ABOUT THIS TASK ::
Every line below that holds "flex" must be copied.

-------- EXERCISE MATERIAL --------

import { useState, type FormEvent } from "react";
import { useNavigate } from "react-router";
import { CreateProjectSchema, UpdateProjectSchema, type Project } from "@shared/schemas/api";
import { Alert } from "@frontend/components/ui/alert";
import { Button } from "@frontend/components/ui/button";
import { Dialog } from "@frontend/components/ui/dialog";
import { Field, Input, Textarea } from "@frontend/components/ui/field";
import { parseForm, serverFieldErrors, type FieldErrors } from "@frontend/lib/form";
import { useCreateProject } from "../api/create-project";
import { useUpdateProject } from "../api/update-project";

type Values = { name: string; description: string };

function ProjectFields({
  values,
  errors,
  onChange,
  disabled,
}: {
  values: Values;
  errors: FieldErrors;
  onChange: (v: Values) => void;
  disabled: boolean;
}) {
  return (
    <div className="space-y-4">
      {errors._form ? <Alert>{errors._form}</Alert> : null}
      <Field label="Project name" error={errors.name} hint="The product and package, e.g. “Trail watch sensor module, rev C”.">
        {({ id, describedBy, invalid }) => (
          <Input
            id={id}
            name="name"
            value={values.name}
            invalid={invalid}
            aria-describedby={describedBy}
            autoComplete="off"
            disabled={disabled}
            onChange={(e) => onChange({ ...values, name: e.target.value })}
          />
        )}
      </Field>
      <Field label="Description" aside="optional" error={errors.description}>
        {({ id, describedBy, invalid }) => (
          <Textarea
            id={id}
            name="description"
            rows={3}
            value={values.description}
            invalid={invalid}
            aria-describedby={describedBy}
            disabled={disabled}
            placeholder="What the package is for, the budget it must meet, who asked."
            onChange={(e) => onChange({ ...values, description: e.target.value })}
          />
        )}
      </Field>
    </div>
  );
}

/** New project: checked with the same schema the server uses, then the server's own field errors. */
export function CreateProjectDialog({ open, onClose }: { open: boolean; onClose: () => void }) {
  const [values, setValues] = useState<Values>({ name: "", description: "" });
  const [errors, setErrors] = useState<FieldErrors>({});
  const create = useCreateProject();
  const navigate = useNavigate();

  function close() {
    setValues({ name: "", description: "" });
    setErrors({});
    create.reset();
    onClose();
  }

  function submit(event: FormEvent<HTMLFormElement>) {
    event.preventDefault();
    const parsed = parseForm(CreateProjectSchema, values);
    if (!parsed.ok) return setErrors(parsed.errors);
    setErrors({});
    create.mutate(parsed.data, {
      onSuccess: (project) => {
        close();
        navigate(`/projects/${project.id}`);
      },
      onError: (error) => setErrors(serverFieldErrors(error)),
    });
  }

  return (
    <Dialog
      open={open}
      onClose={close}
      busy={create.isPending}
      title="New project"
      description="A project holds one package's stack revisions, studies, data sets and supplier reports."
      onSubmit={submit}
      formLabel="New project"
      footer={
        <>
          <Button variant="secondary" onClick={close} disabled={create.isPending}>
            Cancel
          </Button>
          <Button type="submit" variant="primary" pending={create.isPending}>
            Create project
          </Button>
        </>
      }
    >
      <ProjectFields values={values} errors={errors} onChange={setValues} disabled={create.isPending} />
    </Dialog>
  );
}

/** Rename and re-describe; only what changed is sent. */
export function EditProjectDialog({ project, open, onClose }: { project: Project; open: boolean; onClose: () => void }) {
  const [values, setValues] = useState<Values>({ name: project.name, description: project.description });
  const [errors, setErrors] = useState<FieldErrors>({});
  const update = useUpdateProject();

  function close() {
    setErrors({});
    update.reset();
    onClose();
  }

  function submit(event: FormEvent<HTMLFormElement>) {
    event.preventDefault();
    const changes: Partial<Values> = {};
    if (values.name !== project.name) changes.name = values.name;
    if (values.description !== project.description) changes.description = values.description;
    if (Object.keys(changes).length === 0) return close();
    const parsed = parseForm(UpdateProjectSchema, changes);
    if (!parsed.ok) return setErrors(parsed.errors);
    setErrors({});
    update.mutate(
      { id: project.id, version: project.version, changes: parsed.data },
      { onSuccess: close, onError: (error) => setErrors(serverFieldErrors(error)) },
    );
  }

  return (
    <Dialog
      open={open}
      onClose={close}
      busy={update.isPending}
      title="Rename project"
      description={`Currently “${project.name}”.`}
      onSubmit={submit}
      formLabel="Rename project"
      footer={
        <>
          <Button variant="secondary" onClick={close} disabled={update.isPending}>
            Cancel
          </Button>
          <Button type="submit" variant="primary" pending={update.isPending}>
            Save changes
          </Button>
        </>
      }
    >
      <ProjectFields values={values} errors={errors} onChange={setValues} disabled={update.isPending} />
    </Dialog>
  );
}
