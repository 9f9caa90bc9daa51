import { zodResolver } from "@hookform/resolvers/zod";
import { useForm, type FieldErrors, type UseFormRegisterReturn } from "react-hook-form";
import { useNavigate } from "react-router";
import { CreateProjectSchema, UpdateProjectSchema, type Project, type UpdateProject } from "@shared/schemas/api";
import { Alert } from "@frontend/components/ui/alert";
import { Button } from "@frontend/components/ui/button";
import { Dialog } from "@frontend/components/ui/dialog";
import { Field, Input, Textarea } from "@frontend/components/ui/field";
import { setServerErrors } from "@frontend/lib/form";
import { useCreateProject } from "../api/create-project";
import { useUpdateProject } from "../api/update-project";

type Key = "name" | "description";
type Messages = { name?: string; description?: string; form?: string };
const messages = (e: FieldErrors<Partial<Record<Key, string>>>): Messages => ({
  name: e.name?.message,
  description: e.description?.message,
  form: e.root?.server?.message,
});

function ProjectFields({
  register,
  errors,
  disabled,
}: {
  register: (field: Key) => UseFormRegisterReturn;
  errors: Messages;
  disabled: boolean;
}) {
  return (
    <div className="space-y-4">
      {errors.form ? <Alert>{errors.form}</Alert> : null}
      <Field label="Project name" error={errors.name} hint="The product and package, e.g. “Trail watch sensor module, rev C”.">
        {({ id, describedBy, invalid }) => (
          <Input id={id} invalid={invalid} aria-describedby={describedBy} autoComplete="off" disabled={disabled} {...register("name")} />
        )}
      </Field>
      <Field label="Description" aside="optional" error={errors.description}>
        {({ id, describedBy, invalid }) => (
          <Textarea
            id={id}
            rows={3}
            invalid={invalid}
            aria-describedby={describedBy}
            disabled={disabled}
            placeholder="What the package is for, the budget it must meet, who asked."
            {...register("description")}
          />
        )}
      </Field>
    </div>
  );
}

/** New project: checked with the same schema the server uses, then the server's own field errors. */
export function CreateProjectDialog({ open, onClose }: { open: boolean; onClose: () => void }) {
  const form = useForm({ resolver: zodResolver(CreateProjectSchema), defaultValues: { name: "", description: "" } });
  const create = useCreateProject();
  const navigate = useNavigate();

  function close() {
    form.reset();
    create.reset();
    onClose();
  }

  const submit = form.handleSubmit((project) =>
    create.mutate(project, {
      onSuccess: (created) => {
        close();
        navigate(`/projects/${created.id}`);
      },
      onError: (error) => setServerErrors(form, error),
    }),
  );

  return (
    <Dialog
      open={open}
      onClose={close}
      busy={create.isPending}
      title="New project"
      description="A project holds one package's stack revisions, studies, data sets and supplier reports."
      onSubmit={submit}
      formLabel="New project"
      footer={
        <>
          <Button variant="secondary" onClick={close} disabled={create.isPending}>
            Cancel
          </Button>
          <Button type="submit" variant="primary" pending={create.isPending}>
            Create project
          </Button>
        </>
      }
    >
      <ProjectFields register={form.register} errors={messages(form.formState.errors)} disabled={create.isPending} />
    </Dialog>
  );
}

/** Rename and re-describe; only what changed is sent. */
export function EditProjectDialog({ project, open, onClose }: { project: Project; open: boolean; onClose: () => void }) {
  const form = useForm({
    resolver: zodResolver(UpdateProjectSchema),
    defaultValues: { name: project.name, description: project.description },
  });
  const update = useUpdateProject();

  function close() {
    update.reset();
    onClose();
  }

  const submit = form.handleSubmit(({ name, description }) => {
    const changes: UpdateProject = {};
    if (name !== project.name) changes.name = name;
    if (description !== project.description) changes.description = description;
    if (Object.keys(changes).length === 0) return close();
    update.mutate(
      { id: project.id, version: project.version, changes },
      { onSuccess: close, onError: (error) => setServerErrors(form, error) },
    );
  });

  return (
    <Dialog
      open={open}
      onClose={close}
      busy={update.isPending}
      title="Rename project"
      description={`Currently “${project.name}”.`}
      onSubmit={submit}
      formLabel="Rename project"
      footer={
        <>
          <Button variant="secondary" onClick={close} disabled={update.isPending}>
            Cancel
          </Button>
          <Button type="submit" variant="primary" pending={update.isPending}>
            Save changes
          </Button>
        </>
      }
    >
      <ProjectFields register={form.register} errors={messages(form.formState.errors)} disabled={update.isPending} />
    </Dialog>
  );
}
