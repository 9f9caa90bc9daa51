import type { Project } from "@shared/schemas/api";
import { Badge } from "@frontend/components/ui/badge";

/** The last study's verdict as one chip; a study that has not finished says where it is. */
export function StudyResultChip({ study }: { study: Project["lastStudy"] }) {
  if (!study) return <span className="text-xs text-ink/45">No study yet</span>;
  if (study.passes === true)
    return (
      <Badge tone="pass" dot>
        Pass
      </Badge>
    );
  if (study.passes === false)
    return (
      <Badge tone="fail" dot>
        Fail
      </Badge>
    );
  const label: Record<string, string> = {
    queued: "Queued",
    running: "Running",
    failed: "Study failed",
    cancelled: "Cancelled",
    finished: "Finished",
  };
  return <Badge tone={study.status === "failed" ? "fail" : "neutral"}>{label[study.status] ?? study.status}</Badge>;
}
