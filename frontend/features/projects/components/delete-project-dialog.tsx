import { useState } from "react";
import type { Project } from "@shared/schemas/api";
import { Alert } from "@frontend/components/ui/alert";
import { Button } from "@frontend/components/ui/button";
import { Dialog } from "@frontend/components/ui/dialog";
import { Field, Input } from "@frontend/components/ui/field";
import { isApiError } from "@frontend/lib/api-client";
import { useSetProjectArchived } from "../api/archive-project";
import { useDeleteProject } from "../api/delete-project";
import { ARCHIVE_MEANS } from "./archive-project-dialog";

/**
 * Deleting a project. One holding kept records (an approved revision, a released report, an
 * acknowledgement) answers 409 (backend/services/project-records.ts): an engineer is told why and
 * offered to archive it instead; an admin may delete it only by typing its name.
 */
export function DeleteProjectDialog({
  project,
  open,
  onClose,
  onDeleted,
}: {
  project: Project;
  open: boolean;
  onClose: () => void;
  onDeleted?: () => void;
}) {
  const remove = useDeleteProject();
  const archive = useSetProjectArchived();
  const [typed, setTyped] = useState("");
  const code = isApiError(remove.error) ? remove.error.code : null;
  // once the server asked for the name, the dialog keeps asking for it (a wrong name is a 400)
  const [needsName, setNeedsName] = useState(false);
  const kept = code === "records_kept";
  const asksName = needsName || code === "confirmation_required";
  const nameError = isApiError(remove.error) ? remove.error.fields.find((f) => f.path === "confirm")?.message : undefined;
  const busy = remove.isPending || archive.isPending;
  const canArchive = project.archivedAt === null;

  function close() {
    remove.reset();
    archive.reset();
    onClose();
  }
  function deleteIt() {
    remove.mutate(
      { id: project.id, version: project.version, confirm: asksName ? typed : undefined },
      {
        onSuccess: () => {
          close();
          onDeleted?.();
        },
        onError: (e) => {
          if (isApiError(e) && e.code === "confirmation_required") setNeedsName(true);
        },
      },
    );
  }
  const archiveInstead = canArchive ? (
    <Button
      variant={kept ? "primary" : "secondary"}
      onClick={() => archive.mutate({ id: project.id, version: project.version, archived: true }, { onSuccess: close })}
      pending={archive.isPending}
      disabled={remove.isPending}
    >
      Archive instead
    </Button>
  ) : null;

  return (
    <Dialog
      open={open}
      onClose={close}
      title={kept ? "This project keeps records" : asksName ? "Delete the project with its records?" : "Delete this project?"}
      size="sm"
      busy={busy}
      footer={
        <>
          <Button variant="secondary" onClick={close} disabled={busy} data-autofocus>
            {kept ? "Close" : "Cancel"}
          </Button>
          {kept || asksName ? archiveInstead : null}
          {kept ? null : (
            <Button
              variant="danger"
              onClick={deleteIt}
              pending={remove.isPending}
              disabled={archive.isPending || (asksName && typed !== project.name)}
            >
              {asksName ? "Delete with its records" : "Delete project"}
            </Button>
          )}
        </>
      }
    >
      <div className="space-y-3 text-[13px] text-ink/75">
        {kept ? (
          <>
            <Alert tone="info">{remove.error?.message}</Alert>
            <p>
              Approved revisions, released reports and supplier acknowledgements are the record of decisions made, so they are never deleted
              by accident. {canArchive ? ARCHIVE_MEANS : "The project is archived already."}
            </p>
          </>
        ) : asksName ? (
          <>
            <Alert tone="info">
              {code === "confirmation_required"
                ? remove.error?.message
                : `“${project.name}” holds records that are kept. To delete them with it, confirm with the project's name.`}
            </Alert>
            <p>
              They go for everyone in the workspace, with the stack revisions, studies, data sets and reports; the workspace's activity
              records the deletion. {canArchive ? "Archiving keeps them instead." : null}
            </p>
            <Field label="Type the project's name to confirm" error={nameError}>
              {({ id, describedBy, invalid }) => (
                <Input
                  id={id}
                  value={typed}
                  autoComplete="off"
                  spellCheck={false}
                  invalid={invalid}
                  aria-describedby={describedBy}
                  placeholder={project.name}
                  onChange={(e) => setTyped(e.target.value)}
                />
              )}
            </Field>
          </>
        ) : (
          <p>
            <strong className="font-bold text-ink">{project.name}</strong> will be removed for everyone in the workspace, with its stack
            revisions, studies, data sets and reports. This cannot be undone.
          </p>
        )}
        {remove.error && !kept && code !== "confirmation_required" && !nameError ? <Alert>{remove.error.message}</Alert> : null}
        {archive.error ? <Alert>{archive.error.message}</Alert> : null}
      </div>
    </Dialog>
  );
}
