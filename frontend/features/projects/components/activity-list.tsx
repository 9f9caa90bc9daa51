import { Spinner } from "@frontend/components/ui/spinner";
import { formatDateTime, formatRelative, initials } from "@frontend/lib/format";
import { useProjectActivity } from "../api/get-project-activity";

// Colour by what kind of thing happened, so a long history reads at a glance.
function actionColour(action: string): string {
  if (action.includes("delete") || action.includes("remove")) return "var(--color-fail)";
  if (action.includes("create")) return "var(--color-accel)";
  if (action.includes("study")) return "var(--color-gyro)";
  if (action.includes("report")) return "var(--color-mag)";
  return "var(--color-asic)";
}

export function ActivityList({ projectId }: { projectId: string }) {
  const { data, isPending, isError, error } = useProjectActivity(projectId);

  if (isPending)
    return (
      <div className="flex items-center gap-2 text-xs text-ink/55">
        <Spinner size={12} /> Loading activity…
      </div>
    );
  if (isError) return <p className="text-xs text-fail">{error.message}</p>;
  if (data.length === 0) return <p className="text-xs text-ink/55">Nothing recorded yet.</p>;

  return (
    <ol className="relative space-y-3.5" aria-label="Project activity">
      <span className="absolute top-2 bottom-2 left-[11px] w-px bg-line" aria-hidden="true" />
      {data.map((item) => (
        <li key={item.id} className="relative flex gap-3">
          <span
            className="relative z-10 mt-0.5 flex size-[23px] shrink-0 items-center justify-center rounded-full border-2 border-panel text-[9px] font-extrabold text-white"
            style={{ background: actionColour(item.action) }}
            aria-hidden="true"
          >
            {item.actorName ? initials(item.actorName) : "·"}
          </span>
          <div className="min-w-0 text-[13px]">
            <p className="text-ink/85">
              {item.actorName ? <span className="font-bold text-ink">{item.actorName} </span> : null}
              {item.summary}
            </p>
            <time dateTime={item.createdAt} title={formatDateTime(item.createdAt)} className="text-xs text-ink/50 tabular-nums">
              {formatRelative(item.createdAt)}
            </time>
          </div>
        </li>
      ))}
    </ol>
  );
}
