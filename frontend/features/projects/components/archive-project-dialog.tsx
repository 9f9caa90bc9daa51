import type { Project } from "@shared/schemas/api";
import { ConfirmDialog } from "@frontend/components/ui/confirm-dialog";
import { useSetProjectArchived } from "../api/archive-project";

/** What archiving does, said once for both dialogs that offer it. */
export const ARCHIVE_MEANS =
  "An archived project is read-only: its revisions, studies, data sets and reports stay as they are and can be opened, but nothing can be changed or added. It leaves the default project list (a filter shows it) and can be restored.";

export function ArchiveProjectDialog({ project, open, onClose }: { project: Project; open: boolean; onClose: () => void }) {
  const archive = useSetProjectArchived();
  function close() {
    archive.reset();
    onClose();
  }
  return (
    <ConfirmDialog
      open={open}
      onClose={close}
      title="Archive this project?"
      confirmLabel="Archive project"
      pending={archive.isPending}
      error={archive.error?.message}
      onConfirm={() => archive.mutate({ id: project.id, version: project.version, archived: true }, { onSuccess: close })}
    >
      <p>
        <strong className="font-bold text-ink">{project.name}</strong>: {ARCHIVE_MEANS}
      </p>
    </ConfirmDialog>
  );
}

--------

RESULT ::
      <div className="flex items-center gap-2 text-xs text-ink/55">
        <li key={item.id} className="relative flex gap-3">
            className="relative z-10 mt-0.5 flex size-[23px] shrink-0 items-center justify-center rounded-full border-2 border-panel text-[9px] font-extrabold text-white"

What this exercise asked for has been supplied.